Each session starts with a blank map. You trigger LiDAR for a few seconds to reveal nearby rooms, then sprint to the next scan zone while dodging environmental threats like acid leaks or collapsing walls. You collect scrap to upgrade energy reserves, sensors, or movement speed. Later runs introduce optional upgrades like longer scan times or hazard resistance. Combat is rare but deadly, hostile machines appear if you linger too long. The factory’s layout is randomly generated, so backtracking is common. Controls are tight but demand precision, as one misstep means respawning with nothing. The rhythm is tense, with moments of quiet planning and sudden bursts of movement.

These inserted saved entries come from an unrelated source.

def _distinct_text(cells: Any) -> tuple[np.ndarray, np.ndarray, bool]:
    """``(codes, distinct stripped texts, numeric)``; numeric columns are not texts at all."""
    import pandas as pd

    if isinstance(cells, Distinct):
        return cells  # type: ignore[return-value]

    s = cells if isinstance(cells, pd.Series) else pd.Series(np.asarray(cells, dtype=object))
    if pd.api.types.is_bool_dtype(s.dtype):
        s = s.astype(object)
    if pd.api.types.is_numeric_dtype(s.dtype):
        return np.zeros(0, np.intp), np.zeros(0, object), True
    kind = pd.api.types.infer_dtype(s, skipna=True) if s.dtype == object else ""
    if kind in ("integer", "floating", "mixed-integer-float") or (kind == "empty" and not len(s)):
        return np.zeros(0, np.intp), np.zeros(0, object), True
    codes, uniq = pd.factorize(s, use_na_sentinel=True)
    text = pd.Series(np.asarray(uniq, dtype=object)).astype(str).str.strip().to_numpy(dtype=object)
    if (codes < 0).any():  # missing (None/NaN) cells read as blanks
        codes = np.where(codes < 0, len(text), codes)
        text = np.append(text, "")
    return codes, text, False


def decimal_evidence(columns: dict[str, Any]) -> DecimalEvidence:
    """Collect, per column, the distinct cells that say something about the decimal mark."""
    shapes: dict[str, dict[str, tuple[int, list[str]]]] = {}
    for name, cells in columns.items():
        _, text, numeric = _distinct_text(cells)
        if numeric or not len(text):
            continue
        s = _strings(text)
        marked = _has(s, ",") | _has(s, ".") | _has(s, "_")
        if not marked.any():
            continue
        text, s = text[marked], _strings(text[marked])
        found = {}
        for shape, rx in _SHAPES.items():
            m = _match(s, rx)
            if m.any():
                found[shape] = (int(m.sum()), text[m][:5].tolist())
        shapes[name] = found
    return DecimalEvidence(shapes)
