"""The cluster step: options, result and :func:`analyse_clusters` (panel in, tables out)."""

from __future__ import annotations

import logging
import warnings
from dataclasses import dataclass, field
from functools import partial
from pathlib import Path
from typing import TYPE_CHECKING, Any

import numpy as np

from mapdrift.clusters import labels as lab
from mapdrift.clusters.local import P_VALUES, LocalResult, gi_star_panel, local_moran_panel
from mapdrift.clusters.moran import MoranGlobal, moran_global_panel
from mapdrift.clusters.multiple import CORRECTIONS, adjust, describe
from mapdrift.clusters.trends import TrendResult, period_times, trends
from mapdrift.compute import Executor, SerialExecutor
from mapdrift.errors import ConfigError, check_choice
from mapdrift.findings import Finding, examples, plural
from mapdrift.weights import ISLAND_RULES, SpatialWeights, build_weights, parse_kind

if TYPE_CHECKING:
    import geopandas as gpd
    import pandas as pd

    from mapdrift.panel import Panel

__all__ = ["STANDARDISE", "STATISTICS", "ClusterOptions", "ClusterResult", "analyse_clusters"]

log = logging.getLogger(__name__)

STATISTICS: tuple[str, ...] = ("local-moran", "gi-star")
#: What the statistics use when the values are rates from counts (see ClusterOptions).
STANDARDISE: tuple[str, ...] = ("assuncao-reis", "none")
#: Default permutation seed (fixed, so reruns give identical tables).
DEFAULT_SEED = 20240917


@dataclass(frozen=True)
class ClusterOptions:
    """Options of the cluster step (the config section ``[clusters]`` maps onto these keys).

    ``change_from`` / ``change_to`` choose the two periods of the local Moran of change (default
    first and last). ``smooth`` (``eb`` or ``spatial-eb``) smooths rates from counts before the
    statistics. ``cache_dir`` keeps the spatial weights between runs.

    ``standardise``: with counts, ``assuncao-reis`` (default) runs the local and global
    statistics on Assuncao & Reis (1999) EB standardised rates, and the change and the trends
    on global EB smoothed rates (Marshall 1991), so a small base cannot dominate a period;
    ``none`` uses the values as mapped (the old behaviour; also what happens without counts).
    ``p_value``: ``normal`` (default; exact-moment normal approximation, can go below the
    permutation floor) or ``permutation`` (pseudo p-values from ``permutations`` draws).
    """

    weights: str = "queen"
    islands: str = "nearest"
    permutations: int = 999
    alpha: float = 0.05
    correction: str = "fdr"
    seed: int = DEFAULT_SEED
    statistic: str = "local-moran"
    persist: int = 3
    change_from: str | None = None
    change_to: str | None = None
    smooth: str | None = None
    min_periods: int = 4
    cache_dir: Path | None = None
    standardise: str = "assuncao-reis"
    p_value: str = "normal"

    def __post_init__(self) -> None:
        parse_kind(self.weights)
        check_choice("--islands", self.islands, ISLAND_RULES)
        check_choice("--correction", self.correction, CORRECTIONS)
        check_choice("--statistic", self.statistic, STATISTICS)
        if not 0 < self.alpha < 1:
            raise ConfigError(f"--alpha must be between 0 and 1 (e.g. 0.05), got {self.alpha}")
        if self.permutations < 0 or self.permutations > 99_999:
            raise ConfigError(
                f"--permutations must be 0 to 99999 (e.g. 999), got {self.permutations}"
            )
        if self.statistic == "local-moran" and 0 < self.permutations < 99:
            raise ConfigError(
                f"--permutations {self.permutations} is too few for p-values at --alpha "
                f"{self.alpha}; use 99 or more (999 recommended)"
            )
        if self.persist < 1:
            raise ConfigError(f"--persist must be 1 or more periods, got {self.persist}")
        if not 0 <= self.seed < 2**32:
            raise ConfigError(f"--seed must be a whole number from 0 to 2**32 - 1, got {self.seed}")
        if self.min_periods < 3:
            raise ConfigError(
                f"min_periods must be 3 or more (a trend test needs 3 values), got "
                f"{self.min_periods}"
            )
        for key, valid in (("standardise", STANDARDISE), ("p_value", P_VALUES)):
            check_choice("--" + key.replace("_", "-"), getattr(self, key), valid)
        if self.smooth is not None:
            check_choice("--smooth", self.smooth, ("eb", "spatial-eb"))

    @property
    def significance(self) -> str:
        """The sentence every output carries about alpha and the correction."""
        return describe(self.alpha, self.correction) + " per period"

    @property
    def p_text(self) -> str:
        """How local p-values were obtained, for captions and the method."""
        if self.statistic == "gi-star":
            return "analytical normal p-values"
        if self.p_value == "normal":
            return "normal p from the exact permutation mean and variance"
        return f"{self.permutations} conditional permutations (seed {self.seed})"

PlayPile users rate Null.Process 7.3/10, with 42% giving it 10s and 18% 5s or lower. Average playtime is 8.2 hours, and only 28% finish the game. Community moods skew curious and tense but split 60/40 on frustration, many call the limited visibility punishing. Critic reviews highlight creativity in level design but criticize inconsistent difficulty scaling. One user wrote, “Feeling the panic of a scan expiring mid-run is unmatched, but the resource management feels arbitrary.” Another praised the “satisfying long-term progression,” though 35% of reviews mention repeated early-game deaths.
Null.Process is a niche pick for fans of survival games and procedural challenges. Its LiDAR mechanic is fresh but steeply punishing, and the 72% completion rate reflects that. At $29.99, it’s a risky buy unless you thrive in high-difficulty settings. If you tolerate slow progression and enjoy optimizing limited tools, the randomized upgrades and secrets offer replayability. Skip it if you want a forgiving loop or action-heavy gameplay. For $30, it’s a polarizing experiment more than a masterpiece.